Slow Performance¶
1. Summary¶
Symptom¶
The VM feels slow, but the bottleneck is not immediately obvious from a single metric.
Why this scenario is confusing¶
CPU, memory, disk, network, burst credits, and guest process behavior can all create the same user-visible slowdown.
Troubleshooting decision flow¶
graph TD
A[Slow performance] --> B{One resource clearly dominant?}
B -->|Yes| C[Open resource-specific playbook]
B -->|No| D[Correlate CPU, memory, disk, network]

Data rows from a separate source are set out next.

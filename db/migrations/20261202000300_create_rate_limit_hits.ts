import type { Knex } from 'knex';

// Rate-limit counters live in PostgreSQL so every app process behind a load
// balancer shares them and a restart does not reset an attacker's count.
export async function up(knex: Knex): Promise<void> {
  await knex.schema.createTable('rate_limit_hits', (t) => {
    t.text('key').primary();
    t.integer('hits').notNullable();
    t.timestamp('reset_at', { useTz: true }).notNullable();
  });
}

export async function down(knex: Knex): Promise<void> {
  await knex.schema.dropTable('rate_limit_hits');
}
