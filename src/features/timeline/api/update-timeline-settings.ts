import { useMutation, useQueryClient } from '@tanstack/react-query';
import type { Timeline, TimelineSettingsInput } from '@shared/schemas/timeline';
import { api } from '@/lib/api-client';
import { getBuildQueryOptions } from '@/features/builds/api/get-build';
import { getTimelineQueryOptions, timelineBase } from './get-timeline';

/** The owner's buffer, pace and the build's time zone; the answer is the timeline recounted. */
export async function updateTimelineSettings({
  buildId,
  input,
}: {
  buildId: string;
  input: TimelineSettingsInput;
}): Promise<Timeline> {
  const data = await api.patch<{ timeline: Timeline }>(
    `${timelineBase(buildId)}/timeline/settings`,
    input,
  );
  return data.timeline;
}

export const useUpdateTimelineSettings = () => {
  const queryClient = useQueryClient();
  return useMutation({
    mutationFn: updateTimelineSettings,
    onSuccess: async (timeline, { buildId, input }) => {
      queryClient.setQueryData(getTimelineQueryOptions(buildId).queryKey, timeline);
      // The build carries its time zone (the countdown badges count in it).
      if (input.timeZone !== undefined) {
        await queryClient.invalidateQueries({ queryKey: getBuildQueryOptions(buildId).queryKey });
      }
    },
  });
};
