import type { Knex } from 'knex';

/**
 * Bench results: flow-bench sheets of an injector set (a part), their test
 * points and each injector position's value at each point, and the shop's
 * original sheet as a stored file.
 *
 * A value that was not measured has no row (never a zero). A sheet entered by
 * a shop member names it in shop_user_id; sheets typed in by the owner or crew
 * (say, from a shop that is not on Headroom) leave it null.
 *
 * The checks below repeat the bounds of shared/schemas/bench so that no path
 * around the service can store a negative flow, a position beyond 16, a point
 * listed twice or a tolerance of zero or less.
 */
export async function up(knex: Knex): Promise<void> {
  await knex.schema.createTable('bench_sheets', (t) => {
    t.uuid('id').primary().defaultTo(knex.raw('gen_random_uuid()'));
    t.uuid('build_id').notNullable().references('builds.id').onDelete('CASCADE');
    t.uuid('part_id').notNullable().references('parts.id').onDelete('CASCADE');
    t.text('occasion').notNullable();
    t.date('tested_on').notNullable();
    t.text('tested_by').notNullable().defaultTo('');
    t.text('fluid').notNullable().defaultTo('');
    t.double('fluid_temperature_value');
    t.text('fluid_temperature_unit');
    t.text('notes').notNullable().defaultTo('');
    t.uuid('shop_user_id').references('users.id').onDelete('SET NULL');
    t.uuid('created_by').references('users.id').onDelete('SET NULL');
    t.uuid('updated_by').references('users.id').onDelete('SET NULL');
    t.timestamps(true, true);
    t.index(['build_id', 'part_id', 'tested_on']);
    t.index(['build_id', 'shop_user_id']);
  });
  await knex.raw(`alter table bench_sheets
    add constraint bench_sheets_fluid_temperature_pair check (
      (fluid_temperature_value is null) = (fluid_temperature_unit is null)),
    add constraint bench_sheets_fluid_temperature_unit check (fluid_temperature_unit in ('c', 'f'))`);

  await knex.schema.createTable('bench_test_points', (t) => {
    t.uuid('id').primary().defaultTo(knex.raw('gen_random_uuid()'));
    t.uuid('sheet_id').notNullable().references('bench_sheets.id').onDelete('CASCADE');
    /** The point's place on the sheet, from 0. */
    t.integer('seq').notNullable();
    t.text('kind').notNullable();
    t.text('label').notNullable();
    t.text('unit').notNullable();
    t.double('strokes_per_min');
    t.text('condition').notNullable().defaultTo('');
    t.double('nominal');
    t.text('tolerance_type').notNullable();
    t.double('tolerance_value').notNullable();
    t.double('return_limit');
    t.unique(['sheet_id', 'seq']);
  });
  await knex.raw(`alter table bench_test_points
    add constraint bench_test_points_seq check (seq >= 0 and seq < 30),
    add constraint bench_test_points_kind check (kind in
      ('full-load','part-load','idle','pilot','return-flow','opening-pressure','custom')),
    add constraint bench_test_points_unit check (unit in
      ('mm3-per-stroke','ml-per-1000-strokes','ml-per-min','bar','mpa','psi')),
    add constraint bench_test_points_tolerance check (
      tolerance_type in ('percent','absolute') and tolerance_value > 0
      and tolerance_value <= 1000000),
    add constraint bench_test_points_figures check (
      (nominal is null or nominal between 0 and 1000000)
      and (return_limit is null or return_limit between 0 and 1000000)
      and (strokes_per_min is null or (strokes_per_min > 0 and strokes_per_min <= 10000)))`);
  await knex.raw(
    `create unique index bench_test_points_label on bench_test_points (sheet_id, lower(label))`,
  );

  await knex.schema.createTable('bench_values', (t) => {
    t.uuid('point_id').notNullable().references('bench_test_points.id').onDelete('CASCADE');
    /** Injector position, from 1. */
    t.smallint('position').notNullable();
    t.double('value').notNullable();
    t.primary(['point_id', 'position']);
  });
  await knex.raw(`alter table bench_values
    add constraint bench_values_position check (position between 1 and 16),
    add constraint bench_values_range check (value >= 0 and value <= 1000000)`);

  // The shop's original sheet: one per sheet. Files live in the storage module
  // under original_key (and, for a photo, web_key and thumb_key).
  await knex.schema.createTable('bench_sheet_originals', (t) => {
    t.uuid('id').primary();
    t.uuid('build_id').notNullable().references('builds.id').onDelete('CASCADE');
    t.uuid('sheet_id').notNullable().unique().references('bench_sheets.id').onDelete('CASCADE');
    t.text('file_name').notNullable();
    t.text('format').notNullable();
    t.text('content_type').notNullable();
    t.integer('bytes').notNullable();
    t.integer('width');
    t.integer('height');
    t.text('original_key').notNullable();
    t.text('web_key');
    t.text('thumb_key');
    t.uuid('uploaded_by').references('users.id').onDelete('SET NULL');
    t.timestamps(true, true);
  });
  await knex.raw(`alter table bench_sheet_originals
    add constraint bench_sheet_originals_format check (format in ('pdf','jpeg','png','webp','heif')),
    add constraint bench_sheet_originals_copies check (
      (format = 'pdf') = (web_key is null) and (web_key is null) = (thumb_key is null))`);
  // Deleted rows — directly, or by cascade from a sheet, part or build — queue
  // their files in the same transaction (see create_file_deletions).
  await knex.raw(`
    create trigger bench_sheet_originals_queue_file_deletions after delete on bench_sheet_originals
    for each row execute function queue_file_deletions('original_key', 'web_key', 'thumb_key')`);
}

export async function down(knex: Knex): Promise<void> {
  await knex.raw(
    'drop trigger if exists bench_sheet_originals_queue_file_deletions on bench_sheet_originals',
  );
  await knex.schema.dropTable('bench_sheet_originals');
  await knex.schema.dropTable('bench_values');
  await knex.schema.dropTable('bench_test_points');
  await knex.schema.dropTable('bench_sheets');
}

D --> E[Inspect guest processes and time window] 2. Common Misreadings¶
- "CPU is low, so the VM is healthy."
- "A larger VM is always the fastest fix."
- "Slow app means application issue only."
3. Competing Hypotheses¶
- H1: CPU saturation or burst-credit depletion.
- H2: Memory pressure and paging.
- H3: Disk latency or queueing.
- H4: Network path or dependency slowness.
4. What to Check First¶
- Same-window Azure Monitor metrics for CPU, disk, and network.
- Guest memory signal from VM Insights or OS tools.
- Recent changes: patching, deploy, backup, resize, extension run.
- Top processes and queue or latency evidence.
5. Evidence to Collect¶
- CPU trend, memory trend, disk latency/IOPS, network in/out.
- Guest process list and high wait-state observations.
- Whether issue is constant, bursty, or time-of-day dependent.
- Any dependence on B-series credit consumption.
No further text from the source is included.